START SUPPLIED RECORDS

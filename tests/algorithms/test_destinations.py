"""Where results go: the same values in every format, a sentence where one cannot hold them, nothing half done."""

import os
import sqlite3

import invented
import pytest

pytest.importorskip("qgis")

from downwarp_checkout.plugin.bridge import destinations, outputs
from downwarp_checkout.plugin.core.errors import Cancelled
from invented import STEP_KM, equator_grid, equator_line, lines_layer
from osgeo import gdal, ogr
from qgis.core import QgsProcessingException, QgsVectorLayer
from running import Quiet, refusal, rows, run

LAYERS = ("PROFILES", "STATIONS", "MARKERS")
TABLES = ("PARAMETERS", "MISFIT")


@pytest.fixture(scope="module")
def keys(tmp_path_factory):
    """A trench and a line across it, the window wide enough for one quick fit."""
    folder = tmp_path_factory.mktemp("trench")
    dem = equator_grid(folder / "dem.tif", 20.0, invented.trench)
    return {"TRANSECTS": lines_layer([equator_line(20.0)]), "DEM": dem, "SETTING": 1, "STEP_KM": 3 * STEP_KM}


@pytest.fixture(scope="module")
def in_memory(keys):
    """The results as layers in memory."""
    return run("fittransects", keys, sinks=LAYERS + TABLES)


def numbers(table: list[dict]) -> list[list]:
    """Rows as lists, without what a format adds (an id) or does not tell apart: text and numbers, nothing and NULL."""
    found = []
    for row in table:
        values = []
        for name, value in row.items():
            if name in ("fid", "geometry"):
                continue
            try:
                values.append(float(value))
            except (TypeError, ValueError):
                values.append(value or None)
        found.append(values)
    return found


@pytest.mark.parametrize("extension", ["gpkg", "fgb", "csv", "xlsx"])
def test_values_are_the_same_in_every_format(keys, in_memory, tmp_path, extension):
    """Names and values of each file are those of the layers in memory, to the last but one of 16 digits."""
    names = LAYERS if extension == "fgb" else LAYERS + TABLES
    run("fittransects", {**keys, **{name: str(tmp_path / f"{name.lower()}.{extension}") for name in names}}, sinks=())
    for name in names:
        written = rows(str(tmp_path / f"{name.lower()}.{extension}"))
        expected = in_memory[name]
        assert [key for key in written[0] if key != "fid"] == list(expected[0])
        assert len(written) == len(expected)
        for got, wanted in zip(numbers(written), numbers(expected)):
            assert _same(got, wanted), name
        if extension in ("gpkg", "fgb") and name in LAYERS:
            assert [row["geometry"].asWkb().data() for row in written] == [
                row["geometry"].asWkb().data() for row in expected
            ]
    assert sorted(path.suffix for path in tmp_path.iterdir()) == [f".{extension}"] * len(names)


def _same(got: list, wanted: list) -> bool:
    return all(
        one == other or (isinstance(one, float) and isinstance(other, float) and abs(one - other) <= 1e-14 * abs(other))
        for one, other in zip(got, wanted)
    )


@pytest.mark.parametrize(
    ("file", "words"),
    [
        ("out.shp", "PROFILES cannot be out.shp: a Shapefile cuts field names at 10 characters"),
        ("out.dbf", "PROFILES cannot be out.dbf: a dBase table cuts field names at 10 characters"),
        ("out.tab", "PROFILES cannot be out.tab: a MapInfo table turns missing numbers into 0"),
        ("out.geojson", "PROFILES cannot be out.geojson: GeoJSON loses points whose elevation is not known"),
        ("out.kml", "PROFILES cannot be out.kml: .kml is not among the formats that hold all names and numbers"),
        ("none/out.gpkg", "PROFILES cannot be written: there is no folder"),
        ("folder.gpkg", "PROFILES cannot be written: "),
    ],
)
def test_refused_before_the_work_begins(keys, tmp_path, file, words):
    """One sentence, and nothing is made."""
    (tmp_path / "folder.gpkg").mkdir()
    before = sorted(tmp_path.rglob("*"))
    said = refusal("fittransects", {**keys, "PROFILES": str(tmp_path / file)}, sinks=("STATIONS",))
    assert words in said
    assert "Traceback" not in said
    assert sorted(tmp_path.rglob("*")) == before


def test_table_is_no_flatgeobuf(keys, tmp_path):
    """FlatGeobuf drops rows without geometry, so a table of them is refused."""
    said = refusal("fittransects", {**keys, "MISFIT": str(tmp_path / "misfit.fgb")})
    assert "MISFIT cannot be misfit.fgb: FlatGeobuf holds no rows without geometry" in said


def test_failed_transect_that_a_flatgeobuf_leaves_out_is_told(keys, tmp_path):
    """Its row of PROFILES has no geometry; a warning says that it is not there, and a GeoPackage holds it."""
    lines = lines_layer([equator_line(20.0), [(70, 40), (75, 40)]])
    feedback = Quiet()
    target = str(tmp_path / "profiles.fgb")
    run("fittransects", {**keys, "TRANSECTS": lines, "PROFILES": target}, feedback)
    assert [row["transect"] for row in rows(target)] == ["1"]
    assert any("holds no rows without geometry: 1 left out" in words for words in feedback.warnings)
    target = str(tmp_path / "profiles.gpkg")
    run("fittransects", {**keys, "TRANSECTS": lines, "PROFILES": target})
    assert [row["transect"] for row in rows(target)] == ["1", "2"]


@pytest.mark.parametrize("name", ['it\'s a "plate" & more; -- 100%.gpkg', "плита 板 ðé.gpkg", "a'); DROP TABLE x.csv"])
def test_paths_with_spaces_quotes_and_other_letters(keys, tmp_path, name):
    """Folder and file are called anything that the file system takes; the layer is there and reads."""
    folder = tmp_path / f"in {name}"
    folder.mkdir()
    results = run("fittransects", {**keys, "PROFILES": str(folder / name)})
    assert results["PROFILES"] == str(folder / name)
    assert len(rows(results["PROFILES"])) == 1
    assert [path.name for path in folder.iterdir()] == [name]


def test_two_outputs_or_an_input_in_one_file_are_refused(keys, tmp_path):
    """The second would replace the first; the input would be gone."""
    target = str(tmp_path / "out.gpkg")
    said = refusal("fittransects", {**keys, "PROFILES": target, "STATIONS": target}, sinks=())
    assert "would overwrite" in said
    run("laytransects", {"GUIDE": keys["TRANSECTS"], "SPACING_KM": 100, "TRANSECTS": target}, sinks=())
    before = (tmp_path / "out.gpkg").read_bytes()
    for given in (target, f"{target}|layername=out", QgsVectorLayer(target, "lines", "ogr")):
        said = refusal("fittransects", {**keys, "TRANSECTS": given, "PROFILES": target})
        assert "PROFILES would overwrite TRANSECTS" in said
    assert (tmp_path / "out.gpkg").read_bytes() == before


def test_a_link_stays_a_link(keys, tmp_path):
    """What a link points to is replaced, not the link."""
    (tmp_path / "real").mkdir()
    (tmp_path / "link.gpkg").symlink_to(tmp_path / "real" / "out.gpkg")
    results = run("fittransects", {**keys, "PROFILES": str(tmp_path / "link.gpkg")})
    assert results["PROFILES"] == str(tmp_path / "link.gpkg")
    assert (tmp_path / "link.gpkg").is_symlink()
    assert len(rows(str(tmp_path / "real" / "out.gpkg"))) == 1


def test_unknown_or_missing_extension_becomes_a_geopackage(keys, tmp_path):
    """As QGIS does: the name keeps what it has and gets .gpkg."""
    for name in ("plain", "odd.v2"):
        results = run("fittransects", {**keys, "PROFILES": str(tmp_path / name)})
        assert results["PROFILES"] == str(tmp_path / f"{name}.gpkg")
        assert len(rows(results["PROFILES"])) == 1


def test_table_of_a_geopackage_is_replaced_and_the_others_stay(keys, tmp_path):
    """``ogr:dbname=... table=...`` adds to a GeoPackage; a second run replaces its own table only."""
    database = tmp_path / "all.gpkg"
    created = gdal.GetDriverByName("GPKG").Create(str(database), 0, 0, 0)
    layer = created.CreateLayer("mine")
    layer.CreateFeature(ogr.Feature(layer.GetLayerDefn()))
    layer = created = None
    target = f"ogr:dbname='{database}' table=\"fitted\" (geom)"
    for te_to in (60, 80):
        results = run("fittransects", {**keys, "PROFILES": target, "TE_TO": te_to})
        assert results["PROFILES"] == f"{database}|layername=fitted"
        assert len(rows(f"{database}|layername=mine")) == 1
        assert len(rows(f"{database}|layername=fitted")) == 1
    assert [path.name for path in tmp_path.iterdir()] == ["all.gpkg"]


def test_run_that_fails_while_it_writes_leaves_earlier_files(keys, tmp_path, monkeypatch):
    """Cancelled, or refused by the sink, between two rows: the earlier file's bytes are as they were."""
    targets = {name: str(tmp_path / f"{name.lower()}.gpkg") for name in LAYERS}
    run("fittransects", {**keys, **targets}, sinks=())
    before = {path: path.read_bytes() for path in tmp_path.iterdir()}
    written = outputs.Outputs.add

    def cancelled(self, name, row, geometry=None):
        if name == "MARKERS":
            raise Cancelled
        written(self, name, row, geometry)

    monkeypatch.setattr(outputs.Outputs, "add", cancelled)
    with pytest.raises(QgsProcessingException, match="Cancelled"):
        run("fittransects", {**keys, **targets, "TE_TO": 60}, sinks=())
    assert {path: path.read_bytes() for path in tmp_path.iterdir()} == before


def test_cancelled_at_any_moment_leaves_earlier_files(keys, tmp_path):
    """Cancelled at each sign of progress: a refusal, and the earlier files' bytes."""
    targets = {name: str(tmp_path / f"{name.lower()}.{kind}") for name, kind in zip(LAYERS, ("gpkg", "fgb", "csv"))}
    watching = Quiet()
    run("fittransects", {**keys, **targets}, watching, sinks=())
    before = {path: path.read_bytes() for path in tmp_path.iterdir()}
    moments = len(watching.fractions)
    assert moments >= 5
    for moment in range(moments):
        feedback = Quiet()

        def count(fraction, feedback=feedback, moment=moment):
            if len(feedback.fractions) > moment:
                feedback.cancel()

        feedback.progressChanged.connect(count)
        try:
            run("fittransects", {**keys, **targets, "TE_TO": 60}, feedback, sinks=())
        except QgsProcessingException as error:
            assert "Cancelled" in str(error)
            assert {path: path.read_bytes() for path in tmp_path.iterdir()} == before
        else:
            # The last sign of progress comes once all is written.
            assert moment >= moments - 2
            assert sorted(tmp_path.iterdir()) == sorted(before)


def test_file_that_cannot_be_put_into_place_is_said(keys, tmp_path, monkeypatch):
    """As where another program holds it open (on Windows): one sentence, and the earlier file stays."""
    target = tmp_path / "out.gpkg"
    run("fittransects", {**keys, "PROFILES": str(target)})
    before = target.read_bytes()

    def held(source, place):
        raise PermissionError(13, "Permission denied")

    monkeypatch.setattr(destinations.os, "replace", held)
    said = refusal("fittransects", {**keys, "PROFILES": str(target), "TE_TO": 60})
    assert f"PROFILES cannot be written to {target}: Permission denied." in said
    assert target.read_bytes() == before
    assert [path.name for path in tmp_path.iterdir()] == ["out.gpkg"]


def test_leftovers_of_the_old_database_do_not_reach_the_new(keys, tmp_path):
    """A write-ahead log of the file before, left by a program that died, must not be read into the new one."""
    target = tmp_path / "out.gpkg"
    run("fittransects", {**keys, "PROFILES": str(target)})
    open_still = sqlite3.connect(target)
    open_still.execute("PRAGMA journal_mode=WAL")
    open_still.execute("PRAGMA wal_autocheckpoint=0")
    open_still.execute("CREATE TABLE of_the_old_file (a)")
    open_still.commit()
    assert os.path.getsize(f"{target}-wal") > 0
    run("fittransects", {**keys, "PROFILES": str(target), "TE_TO": 60})
    fresh = sqlite3.connect(target)
    assert fresh.execute("PRAGMA integrity_check").fetchone() == ("ok",)
    tables = {name for (name,) in fresh.execute("SELECT name FROM sqlite_master")}
    assert "of_the_old_file" not in tables
    fresh.close()
    open_still.close()


def test_flatgeobuf_without_rows_is_a_layer(tmp_path):
    """A plate that is not loaded has no markers; the file says so rather than to be empty."""
    dem = equator_grid(tmp_path / "flat.tif", 20.0, lambda distance: 0.0 * distance - 5000.0)
    keys = {"TRANSECTS": lines_layer([equator_line(20.0)]), "DEM": dem, "STEP_KM": 3 * STEP_KM, "LOAD": 2}
    results = run("bendtransects", {**keys, "MARKERS": str(tmp_path / "markers.fgb")})
    layer = QgsVectorLayer(results["MARKERS"], "markers", "ogr")
    assert layer.isValid()
    assert layer.fields()[0].name() == "transect"
    assert layer.featureCount() == 0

END SUPPLIED RECORDS

### [TASK STATEMENT]
From the data above, output exactly the lines between the one containing "row of PROFILES" and the one containing "for given in", counting both of them.

### [RESPONSE TO THE TASK]
    """Its row of PROFILES has no geometry; a warning says that it is not there, and a GeoPackage holds it."""
    lines = lines_layer([equator_line(20.0), [(70, 40), (75, 40)]])
    feedback = Quiet()
    target = str(tmp_path / "profiles.fgb")
    run("fittransects", {**keys, "TRANSECTS": lines, "PROFILES": target}, feedback)
    assert [row["transect"] for row in rows(target)] == ["1"]
    assert any("holds no rows without geometry: 1 left out" in words for words in feedback.warnings)
    target = str(tmp_path / "profiles.gpkg")
    run("fittransects", {**keys, "TRANSECTS": lines, "PROFILES": target})
    assert [row["transect"] for row in rows(target)] == ["1", "2"]


@pytest.mark.parametrize("name", ['it\'s a "plate" & more; -- 100%.gpkg', "плита 板 ðé.gpkg", "a'); DROP TABLE x.csv"])
def test_paths_with_spaces_quotes_and_other_letters(keys, tmp_path, name):
    """Folder and file are called anything that the file system takes; the layer is there and reads."""
    folder = tmp_path / f"in {name}"
    folder.mkdir()
    results = run("fittransects", {**keys, "PROFILES": str(folder / name)})
    assert results["PROFILES"] == str(folder / name)
    assert len(rows(results["PROFILES"])) == 1
    assert [path.name for path in folder.iterdir()] == [name]


def test_two_outputs_or_an_input_in_one_file_are_refused(keys, tmp_path):
    """The second would replace the first; the input would be gone."""
    target = str(tmp_path / "out.gpkg")
    said = refusal("fittransects", {**keys, "PROFILES": target, "STATIONS": target}, sinks=())
    assert "would overwrite" in said
    run("laytransects", {"GUIDE": keys["TRANSECTS"], "SPACING_KM": 100, "TRANSECTS": target}, sinks=())
    before = (tmp_path / "out.gpkg").read_bytes()
    for given in (target, f"{target}|layername=out", QgsVectorLayer(target, "lines", "ogr")):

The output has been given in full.